Having had a certain amount of experience with Soviet and Eastern European officialdom in the arts, particularly as head of International PEN for four years, I expected to have to do a lot of agreeable nodding in silence to statements manifestly silly if not at times idiotic. Unelected leaders and their outriders are unusually sensitive to contradiction, and the experience of their company can be miserably boring. However, Castro was mythic by this time, and the prospect of an hour or two with him was something to look forward to.

I'll mention only two or three observations I had made in Havana before our dinner. The city itself has the beauty of a ruin returning to the sand, the mica, the gravel and trees from which it originated. The poverty of the people is obvious, but at the same time a certain spiritedness seems to survive. Poor as they are there is little sense of the dead despair one finds in cities where poverty and glamorous wealth live side by side. But this is all appearances, which do count for something but not everything. A guide I happened upon with whom I had a private chat--answering my questions, I should add, and not volunteering--said that it was simply not possible for anyone to live in Cuba on a single job.
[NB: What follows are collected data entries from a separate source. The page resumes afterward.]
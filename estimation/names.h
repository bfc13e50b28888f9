#pragma once

#include "gainsay/core/expression.h"
#include "gainsay/core/hypothesis.h"
#include "gainsay/core/result.h"
#include "gainsay/estimation/experiment.h"
#include "gainsay/estimation/unknown.h"

#include <span>
#include <string>
#include <string_view>
#include <vector>

namespace gainsay::estimation {

/// `name[experiment]`: how an unknown of one experiment is shown; `name` where the experiment has
/// no name (conditions made up to simulate).
std::string particular(std::string_view name, std::string_view experiment);

/// What the names of a hypothesis mean in one experiment: knowns become numbers, unknowns of one
/// experiment carry its name, inputs that never change become numbers. The referents must outlive
/// this.
class Names {
 public:
  Names(const core::Hypothesis& hypothesis, std::span<const DeclaredUnknown> declared,
        std::span<const Experiment> experiments, const Experiment& experiment);

  /// `written` in species, unknowns, inputs that change and t alone, simplified. `where` says in a
  /// failure what it is part of: "the rate of 'hydration'".
  core::Result<core::Expression> over_time(const core::Expression& written,
                                           const std::string& where) const;

  /// `written` in unknowns alone: inputs and t as they are at `time`. A species fails.
  core::Result<core::Expression> at_time(const core::Expression& written, double time,
                                         const std::string& where) const;

  /// The failure with hypothesis and experiment said in front.
  core::Failure failure(std::string what, std::string expected, std::string to_do) const;

 private:
  core::Result<core::Expression> meaning(const std::string& name, const std::string& where) const;
  core::Result<core::Expression> meaning_of_input(const std::string& name,
                                                  const std::string& where) const;
  core::Failure without_meaning(const std::string& name, const std::string& where) const;
  std::vector<std::string> all_names() const;

  const core::Hypothesis& hypothesis_;
  std::span<const DeclaredUnknown> declared_;
  std::span<const Experiment> experiments_;
  const Experiment& experiment_;
};

}  // namespace gainsay::estimation
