#pragma once

#include "gainsay/core/expression.h"
#include "gainsay/core/hypothesis.h"
#include "gainsay/core/system.h"
#include "gainsay/estimation/unknown.h"

#include <optional>
#include <span>
#include <string>
#include <vector>

namespace gainsay::estimation {

/// What a species' symbol stands for; sizes of one say nothing about the other.
enum class Kind { Concentration, Amount };
Kind kind_of(const core::Species& species);

/// The kind that `shows` (written out, knowns as numbers) is of: a species, or a sum of species of
/// one kind with numbers as factors; none for anything else.
std::optional<Kind> kind_shown(const core::Expression& shows, const core::Hypothesis& hypothesis);

/// A reading in the unit of a kind: what the instrument showed, scale and offset taken off.
struct Reading {
  Kind kind = Kind::Concentration;
  double size = 0.0;
};

/// Where an unknown may be expected before anything is fitted: its prior, else its first guess,
/// else the middle of its range (geometric where it is searched in its logarithm).
double expected_value(const Unknown& unknown);

/// The absolute tolerance of each state: the species' own `negligible`, else `negligible` times the
/// largest start, addition or reading of its kind (1 if there is none but 0). Unknowns in starts
/// and additions are taken at their expected values. Methods (9).
std::vector<double> absolute_tolerances(const core::Hypothesis& hypothesis,
                                        const core::System& system,
                                        std::span<const Unknown> unknowns,
                                        std::span<const Reading> readings, double negligible);

}  // namespace gainsay::estimation
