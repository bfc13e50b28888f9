#pragma once

#include "gainsay/core/expression.h"
#include "gainsay/estimation/noise.h"

#include <string>

namespace gainsay::estimation {

/// A scale or an offset: a number, one unknown for all experiments, or one for each.
struct Coefficient {
  enum class Kind { Fixed, Unknown, PerExperiment };
  Kind kind = Kind::Fixed;
  double value = 1.0;  ///< where fixed
  bool operator==(const Coefficient&) const = default;
};

/// What an instrument shows: scale * shows + offset.
struct Readout {
  std::string name;
  std::string title;  ///< shown on pages; the name if not said
  std::string unit;   ///< for labels of axes; may be empty
  core::Expression
      shows;  ///< of species, reactions, definitions, compartments, knowns, unknowns, inputs, t
  Coefficient scale{Coefficient::Kind::Fixed, 1.0};
  Coefficient offset{Coefficient::Kind::Fixed, 0.0};
  bool is_signed = false;  ///< an unknown scale may be negative
  Noise noise;
  bool logarithmic_axis = false;
};

}  // namespace gainsay::estimation
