#pragma once

#include "gainsay/estimation/unknown.h"

#include <Eigen/Core>

#include <cstdint>
#include <span>

namespace gainsay::estimation {

/// Random numbers keyed by (seed, stream, number): counter-based, so that the n-th draw is the same
/// in any order and on any thread. Salmon, Moraes, Dror & Shaw (2011).
class Draws {
 public:
  Draws(std::uint64_t seed, std::uint64_t stream, std::uint64_t number);
  double uniform();  ///< open interval (0, 1)
  double normal();   ///< standard normal
 private:
  std::uint64_t key_[2];
  std::uint64_t counter_[2];
  std::uint64_t buffer_[2];
  int left_ = 0;
  std::uint64_t next();
};

/// Start number n: uniform in the box of search coordinates, keyed by (seed, n); each coordinate
/// has its own draws, keyed by the unknown's name, so that adding an unknown does not change the
/// others.
Eigen::VectorXd nth_start(std::span<const Unknown> unknowns, std::uint64_t seed, std::uint64_t n);

}  // namespace gainsay::estimation
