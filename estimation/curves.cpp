#include "gainsay/estimation/curves.h"

#include "gainsay/core/integrator.h"
#include "gainsay/core/require.h"
#include "gainsay/estimation/coordinates.h"

#include <algorithm>
#include <cmath>
#include <iterator>
#include <set>
#include <span>

namespace gainsay::estimation {
namespace {

using core::Event;
using core::IntegrationFailure;
using core::Program;
using core::Result;

/// Times of the data, of the events up to the last of them, and even ones that keep clear of both.
std::vector<double> dense_times(const core::Schedule& schedule, std::size_t points) {
  std::set<double> times(schedule.outputs.begin(), schedule.outputs.end());
  const double first = schedule.begins;
  const double last = schedule.outputs.back();
  times.insert(first);
  for (const auto& event : schedule.events)
    if (event.time <= last) times.insert(event.time);
  // Closer than this to a time that must be there, an even one adds nothing but rounding.
  const double clear = 1e-6 * (last - first);
  for (std::size_t i = 1; i + 1 < points; ++i) {
    const double even =
        first + (last - first) * static_cast<double>(i) / static_cast<double>(points - 1);
    const auto next = times.lower_bound(even);
    const bool near_next = next != times.end() && *next - even < clear;
    const bool near_before = next != times.begin() && even - *std::prev(next) < clear;
    if (!near_next && !near_before) times.insert(even);
  }
  return {times.begin(), times.end()};
}

/// Values of a program's unknowns, and the sizes in which its integrator controls them.
struct Own {
  std::vector<double> values;
  std::vector<double> scale;
};

Own own_values(const Problem& problem, const FittedExperiment& experiment,
               const std::vector<double>& values) {
  const Eigen::VectorXd scale = scale_at(problem.unknowns, values);
  Own own;
  for (const std::size_t number : experiment.unknown_numbers) {
    own.values.push_back(values[number]);
    own.scale.push_back(std::abs(scale[static_cast<Eigen::Index>(number)]));
  }
  return own;
}

/// What the readouts show just after events, when inputs and states have jumped.
class Aftermath {
 public:
  Aftermath(const FittedExperiment& experiment, std::span<const double> unknowns)
      : program_(*experiment.program),
        scratch_(program_.make_scratch()),
        unknowns_(unknowns),
        inputs_(experiment.schedule.inputs),
        shown_(program_.readouts()) {
    std::vector<double> guards = experiment.absolute;
    for (double& guard : guards) guard *= core::kGuardInTolerances;
    program_.set_guards(*scratch_, guards);
  }

  /// Events must come in order. False where a readout is not a number there.
  bool after(const Event& event, Eigen::VectorXd states) {
    for (const auto& [input, value] : event.settings) inputs_[input] = value;
    program_.set(*scratch_, unknowns_, inputs_);
    return program_.jump(*scratch_, event.jumps, states.data(), nullptr) &&
           program_.show(*scratch_, event.time, states.data(), nullptr, shown_.data(), nullptr);
  }
  const std::vector<double>& shown() const { return shown_; }

 private:
  const Program& program_;
  Program::ScratchPointer scratch_;
  std::span<const double> unknowns_;
  std::vector<double> inputs_;
  std::vector<double> shown_;
};

std::vector<Curve> empty_curves(const FittedExperiment& experiment) {
  std::vector<Curve> curves;
  for (const auto& series : experiment.series)
    curves.push_back({experiment.name, series.readout, {}, {}});
  return curves;
}

/// Adds one time to every curve; `shown` is what the program's readouts show then.
template <class Shown>
void add(std::vector<Curve>& curves, const FittedExperiment& experiment, double time,
         const Shown& shown) {
  for (std::size_t i = 0; i < curves.size(); ++i) {
    curves[i].times.push_back(time);
    curves[i].shown.push_back(shown[experiment.series[i].data.front().readout]);
  }
}

Result<std::vector<Curve>, IntegrationFailure> curves_of(const Problem& problem,
                                                         const FittedExperiment& experiment,
                                                         const std::vector<double>& values,
                                                         std::size_t points) {
  std::vector<Curve> curves = empty_curves(experiment);
  if (curves.empty()) return curves;
  core::Schedule schedule = experiment.schedule;
  schedule.outputs = dense_times(schedule, points);
  core::Integrator integrator(
      *experiment.program, schedule,
      {.relative = problem.relative_accuracy, .absolute = experiment.absolute});
  const Own own = own_values(problem, experiment, values);
  const auto run = integrator.run(own.values, own.scale, core::Sensitivities::No);
  if (!run) return run.failure();
  const core::Trajectory& trajectory = **run;

  Aftermath aftermath(experiment, own.values);
  auto event = schedule.events.begin();
  for (std::size_t i = 0; i < trajectory.times.size(); ++i) {
    const auto column = static_cast<Eigen::Index>(i);
    const double time = trajectory.times[i];
    add(curves, experiment, time, trajectory.shown.col(column));
    if (event == schedule.events.end() || event->time != time) continue;
    if (!aftermath.after(*event++, trajectory.states.col(column)))
      return IntegrationFailure{IntegrationFailure::Kind::OutsideDomain, time, "",
                                "a readout is not a number just after what happens then"};
    add(curves, experiment, time, aftermath.shown());
  }
  return curves;
}

}  // namespace

Result<std::vector<Curve>, EvaluationFailure> curves(const Problem& problem,
                                                     const std::vector<double>& values,
                                                     std::size_t points) {
  GAINSAY_REQUIRE(values.size() == problem.unknowns.size(), "one value for each unknown");
  std::vector<Curve> all;
  for (const auto& experiment : problem.experiments) {
    auto some = curves_of(problem, experiment, values, points);
    if (!some) return EvaluationFailure{experiment.name, some.failure()};
    std::move(some.value().begin(), some.value().end(), std::back_inserter(all));
  }
  return all;
}

}  // namespace gainsay::estimation
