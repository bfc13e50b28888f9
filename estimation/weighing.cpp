#include "gainsay/estimation/weighing.h"

#include <algorithm>
#include <cmath>

namespace gainsay::estimation {

Weighed weigh(const Scatter& scatter, double shown, double observed, Aim aim) {
  double variance = scatter.constant + scatter.relative_squared * shown * shown;
  double dvariance = 2.0 * scatter.relative_squared * shown;
  if (variance < scatter.floor) {
    variance = scatter.floor;
    dvariance = 0.0;
  }
  Weighed weighed;
  weighed.sd = std::sqrt(variance);
  const double r = (shown - observed) / weighed.sd;
  const double dsd = dvariance / (2.0 * weighed.sd);
  weighed.r = r;
  weighed.objective = r * r;
  if (aim == Aim::Misfit) {
    const double dr = 1.0 - r * dsd;
    weighed.slope = r * dr;
    weighed.curvature = dr * dr;
  } else {
    const double least = std::max(scatter.constant, scatter.floor);
    weighed.objective += scatter.relative_squared > 0.0 ? std::log(variance / least) : 0.0;
    weighed.slope = r + dsd * (1.0 - r * r);
    weighed.curvature = 1.0 + 2.0 * dsd * dsd;
  }
  return weighed;
}

double NoiseGroup::variance() const {
  return floor * floor + sum_squares / static_cast<double>(count);
}

double NoiseGroup::objective() const {
  const double number = static_cast<double>(count);
  return number * std::log1p(sum_squares / (number * floor * floor));
}

}  // namespace gainsay::estimation
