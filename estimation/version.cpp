#include "gainsay/estimation/version.h"

#include "gainsay/core/version.h"

#include <ceres/version.h>

namespace gainsay::estimation {

std::vector<std::string> libraries() {
  std::vector<std::string> all = core::libraries();
  all.emplace_back("Ceres Solver " CERES_VERSION_STRING);
  return all;
}

}  // namespace gainsay::estimation
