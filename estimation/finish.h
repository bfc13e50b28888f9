#pragma once

#include "gainsay/estimation/objective.h"
#include "gainsay/estimation/region.h"

#include <Eigen/Core>

#include <optional>
#include <string>
#include <vector>

namespace gainsay::estimation {

struct FinishEnd {
  Eigen::VectorXd x;
  std::optional<Evaluation> evaluation;  ///< with Jacobian, at x; none if x cannot be evaluated
  std::vector<bool> on_bound;            ///< on it, with the gradient pointing outward
  bool converged = false;                ///< by the word of what finished
  std::string why;
};

/// The second part of a descent, by Ceres' trust region (Levenberg-Marquardt), on the unknowns that
/// are not on a bound: Methods (20)-(22). An unknown that ends within 1e-6 of its range from a
/// bound is put on it and held, one whose gradient wants back is released, and the finish is
/// repeated until neither happens. Requires noise that does not depend on the model.
FinishEnd finish(Allowance& allowance, const Box& box, const Eigen::VectorXd& from);

/// The same by the region of trust, for objectives that are no sum of squares: -2 ln L with
/// model-dependent sd, and V where sd depends on the modelled value.
FinishEnd finish_in_region(Allowance& allowance, const Box& box, const Eigen::VectorXd& from,
                           Aim aim);

/// Which unknowns lie within 1e-6 of their range from a bound with the gradient pointing outward.
std::vector<bool> on_bound(const Box& box, const Eigen::VectorXd& x,
                           const Eigen::VectorXd& gradient);

}  // namespace gainsay::estimation
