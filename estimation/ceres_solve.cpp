#include "gainsay/estimation/ceres_solve.h"

#include "gainsay/core/require.h"
#include "gainsay/estimation/data_rows.h"

#include <ceres/ceres.h>
#include <glog/logging.h>

#include <algorithm>
#include <mutex>
#include <utility>

namespace gainsay::estimation {
namespace {

using Rows = std::vector<Eigen::Index>;

/// Ceres logs through glog, which complains where nobody has set it up; a library prints nothing.
void silence_log() {
  static std::once_flag once;
  std::call_once(once, [] {
    if (google::IsGoogleLoggingInitialized()) return;  // the program around us decides
    FLAGS_logtostderr = true;                          // no files
    FLAGS_minloglevel = google::GLOG_FATAL;
    google::InitGoogleLogging("gainsay");
  });
}

/// Some rows of r and J, over the free unknowns.
class Block : public ceres::CostFunction {
 public:
  Block(Workbench& bench, Rows rows) : bench_(bench), rows_(std::move(rows)) {
    set_num_residuals(static_cast<int>(rows_.size()));
    mutable_parameter_block_sizes()->push_back(static_cast<int>(bench_.free().size()));
  }

  bool Evaluate(double const* const* parameters, double* residuals,
                double** jacobians) const override {
    const Evaluation* evaluation = bench_.evaluate(bench_.with_free(parameters[0]));
    if (evaluation == nullptr) return false;
    const Rows& free = bench_.free();
    double* entry = jacobians == nullptr ? nullptr : jacobians[0];
    for (const Eigen::Index row : rows_) {
      *residuals++ = evaluation->r[row];
      for (std::size_t k = 0; entry != nullptr && k < free.size(); ++k)
        *entry++ = evaluation->J(row, free[k]);
    }
    return true;
  }

 private:
  Workbench& bench_;
  Rows rows_;
};

/// N_g ln(1 + s / (N_g f^2)) of a block's sum of squares s. Methods (14).
class UnknownNoise : public ceres::LossFunction {
 public:
  explicit UnknownNoise(const NoiseGroup& group) : group_(group) {}
  void Evaluate(double sum_squares, double rho[3]) const override {
    NoiseGroup group = group_;
    group.sum_squares = sum_squares;
    rho[0] = group.objective();
    rho[1] = 1.0 / group.variance();
    rho[2] = -rho[1] * rho[1] / static_cast<double>(group.count);
  }

 private:
  NoiseGroup group_;
};

/// Numbers of the residuals by group of unknown noise; those of known noise, and priors, first.
std::vector<Rows> blocks_of(const Problem& problem) {
  std::vector<Rows> blocks(1 + problem.noise_groups.size());
  std::size_t number = 0;
  for (const ExperimentRows& table : data_rows(problem)) {
    for (const DataRow& row : table.rows) {
      blocks[row.group ? 1 + *row.group : 0].push_back(static_cast<Eigen::Index>(row.number));
      ++number;
    }
  }
  for (; number < problem.residuals(); ++number)
    blocks[0].push_back(static_cast<Eigen::Index>(number));
  for (Rows& rows : blocks) std::sort(rows.begin(), rows.end());
  return blocks;
}

/// True where nothing is integrated: a plain regression, exact but for rounding.
bool is_algebraic(const Problem& problem) {
  return std::all_of(problem.experiments.begin(), problem.experiments.end(),
                     [](const FittedExperiment& fitted) { return fitted.program->states() == 0; });
}

ceres::Solver::Options options_for(const Problem& problem) {
  // What the integration cannot tell apart is one; below that only rejected steps would follow.
  const double accuracy = is_algebraic(problem) ? 1e-14 : problem.relative_accuracy;
  ceres::Solver::Options options;
  options.linear_solver_type = ceres::DENSE_QR;
  options.dense_linear_algebra_library_type = ceres::EIGEN;
  options.num_threads = 1;
  options.logging_type = ceres::SILENT;
  options.max_num_iterations = 100;
  options.max_num_consecutive_invalid_steps = 50;
  options.function_tolerance = 1e-2 * accuracy;
  options.parameter_tolerance = accuracy;
  options.gradient_tolerance = 1e-10;
  return options;
}

}  // namespace

Workbench::Workbench(Allowance& allowance, const Box& box, Eigen::VectorXd x)
    : allowance_(allowance), box_(box), x_(std::move(x)) {}

const Evaluation* Workbench::evaluate(const Eigen::VectorXd& x) {
  if (kept_ && kept_x_ == x) return &*kept_;
  if ((x.array() < box_.low.array()).any() || (x.array() > box_.high.array()).any()) {
    return nullptr;
  }
  kept_ = allowance_.evaluate(x, Evaluator::Want::ResidualsAndJacobian, Stage{});
  kept_x_ = x;
  return kept_ ? &*kept_ : nullptr;
}

Eigen::VectorXd Workbench::with_free(const double* values) const {
  Eigen::VectorXd x = x_;
  for (const Eigen::Index i : free_) x[i] = *values++;
  return x;
}

CeresEnd solve_with_ceres(Workbench& bench) {
  GAINSAY_REQUIRE(!bench.free().empty(), "there is an unknown to move");
  silence_log();
  const std::vector<Rows> blocks = blocks_of(bench.problem());
  const std::vector<NoiseGroup> groups = noise_groups(bench.problem());
  std::vector<double> free;
  for (const Eigen::Index i : bench.free()) free.push_back(bench.x()[i]);
  ceres::Problem sum;
  for (std::size_t b = 0; b < blocks.size(); ++b) {
    if (blocks[b].empty()) continue;
    sum.AddResidualBlock(new Block(bench, blocks[b]),
                         b == 0 ? nullptr : new UnknownNoise(groups[b - 1]), free.data());
  }
  ceres::Solver::Summary summary;
  ceres::Solve(options_for(bench.problem()), &sum, &summary);
  bench.move_to(bench.with_free(free.data()));
  return {summary.termination_type == ceres::CONVERGENCE, summary.message};
}

}  // namespace gainsay::estimation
Educated, clearly disciplined, he could not keep his deep frustration from boiling over as he explained that he worked for a government tourist agency that charged large fees to foreign clients for his services while he received a pittance. If this was not exploitation he did not know the meaning of the word.

About Arthur Miller

Arthur Miller, the distinguished playwright and author, wrote Death of a Salesman, The Crucible and All My Sons, among others. more...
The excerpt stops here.